BEGIN Record excerpts

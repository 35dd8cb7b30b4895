import { METALS } from "@analysis/metals/reading";
import { metalThresholdsFrom } from "~/.server/company-settings";
import { requireMember } from "~/.server/guard";
import { companySettingsRow } from "~/.server/queries/company";
import { ErrorPanel } from "~/components/error-panel";
import { METAL_LABELS } from "~/lib/metals";
import type { Route } from "./+types/settings";

export const meta: Route.MetaFunction = () => [{ title: "Settings · Patina" }];

export async function loader({ request }: Route.LoaderArgs) {
  const scope = await requireMember(request, "settings");
  const company = await companySettingsRow(scope);
  return {
    name: company.name,
    town: company.town,
    timeZone: company.timeZone,
    unitSystem: company.unitSystem,
    thresholds: metalThresholdsFrom(company.settings),
  };
}

export default function Settings({ loaderData }: Route.ComponentProps) {
  const { name, town, timeZone, unitSystem, thresholds } = loaderData;
  return (
    <div className="space-y-6">
      <h1 className="text-2xl font-semibold tracking-tight">Company settings</h1>
      <dl className="grid grid-cols-2 gap-3 rounded-xl border border-line bg-white p-4 text-sm">
        <div><dt className="text-muted">Company</dt><dd className="font-medium">{name}</dd></div>
        <div><dt className="text-muted">Town</dt><dd className="font-medium">{town ?? "—"}</dd></div>
        <div><dt className="text-muted">Time zone</dt><dd className="font-medium">{timeZone}</dd></div>
        <div><dt className="text-muted">Units</dt><dd className="font-medium">{unitSystem === "us" ? "US (gallons, °F)" : "Metric (litres, °C)"}</dd></div>
      </dl>
      <section aria-labelledby="thresholds">
        <h2 id="thresholds" className="mb-2 text-lg font-semibold">Metal levels (mg/L)</h2>
        <table className="w-full rounded-xl border border-line bg-white text-left text-sm tabular-nums">
          <thead className="text-muted">
            <tr><th className="px-4 py-2 font-medium">Metal</th><th className="px-4 py-2 font-medium">Elevated at or above</th><th className="px-4 py-2 font-medium">Clear below</th></tr>
          </thead>
          <tbody className="divide-y divide-line">
            {METALS.map((metal) => (
              <tr key={metal}>
                <td className="px-4 py-2">{METAL_LABELS[metal]}</td>
                <td className="px-4 py-2">{thresholds[metal].elevated}</td>
                <td className="px-4 py-2">{thresholds[metal].clear}</td>
              </tr>
            ))}
          </tbody>
        </table>
        <p className="mt-2 text-xs text-muted">Staining levels from common practice, not health limits.</p>
      </section>
    </div>
  );
}

export function ErrorBoundary({ error }: Route.ErrorBoundaryProps) {
  return <ErrorPanel error={error} />;
}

END Record excerpts

▸ Required action: Would you return all of the data exactly as it stands above?

▸ Exercise output:
repository 35dd8cb7b30b4895
import { METALS } from "@analysis/metals/reading";
import { metalThresholdsFrom } from "~/.server/company-settings";
import { requireMember } from "~/.server/guard";
import { companySettingsRow } from "~/.server/queries/company";
import { ErrorPanel } from "~/components/error-panel";
import { METAL_LABELS } from "~/lib/metals";
import type { Route } from "./+types/settings";

export const meta: Route.MetaFunction = () => [{ title: "Settings · Patina" }];

export async function loader({ request }: Route.LoaderArgs) {
  const scope = await requireMember(request, "settings");
  const company = await companySettingsRow(scope);
  return {
    name: company.name,
    town: company.town,
    timeZone: company.timeZone,
    unitSystem: company.unitSystem,
    thresholds: metalThresholdsFrom(company.settings),
  };
}

export default function Settings({ loaderData }: Route.ComponentProps) {
  const { name, town, timeZone, unitSystem, thresholds } = loaderData;
  return (
    <div className="space-y-6">
      <h1 className="text-2xl font-semibold tracking-tight">Company settings</h1>
      <dl className="grid grid-cols-2 gap-3 rounded-xl border border-line bg-white p-4 text-sm">
        <div><dt className="text-muted">Company</dt><dd className="font-medium">{name}</dd></div>
        <div><dt className="text-muted">Town</dt><dd className="font-medium">{town ?? "—"}</dd></div>
        <div><dt className="text-muted">Time zone</dt><dd className="font-medium">{timeZone}</dd></div>
        <div><dt className="text-muted">Units</dt><dd className="font-medium">{unitSystem === "us" ? "US (gallons, °F)" : "Metric (litres, °C)"}</dd></div>
      </dl>
      <section aria-labelledby="thresholds">
        <h2 id="thresholds" className="mb-2 text-lg font-semibold">Metal levels (mg/L)</h2>
        <table className="w-full rounded-xl border border-line bg-white text-left text-sm tabular-nums">
          <thead className="text-muted">
            <tr><th className="px-4 py-2 font-medium">Metal</th><th className="px-4 py-2 font-medium">Elevated at or above</th><th className="px-4 py-2 font-medium">Clear below</th></tr>
          </thead>
          <tbody className="divide-y divide-line">
            {METALS.map((metal) => (
              <tr key={metal}>
                <td className="px-4 py-2">{METAL_LABELS[metal]}</td>
                <td className="px-4 py-2">{thresholds[metal].elevated}</td>
                <td className="px-4 py-2">{thresholds[metal].clear}</td>
              </tr>
            ))}
          </tbody>
        </table>
        <p className="mt-2 text-xs text-muted">Staining levels from common practice, not health limits.</p>
      </section>
    </div>
  );
}

export function ErrorBoundary({ error }: Route.ErrorBoundaryProps) {
  return <ErrorPanel error={error} />;
}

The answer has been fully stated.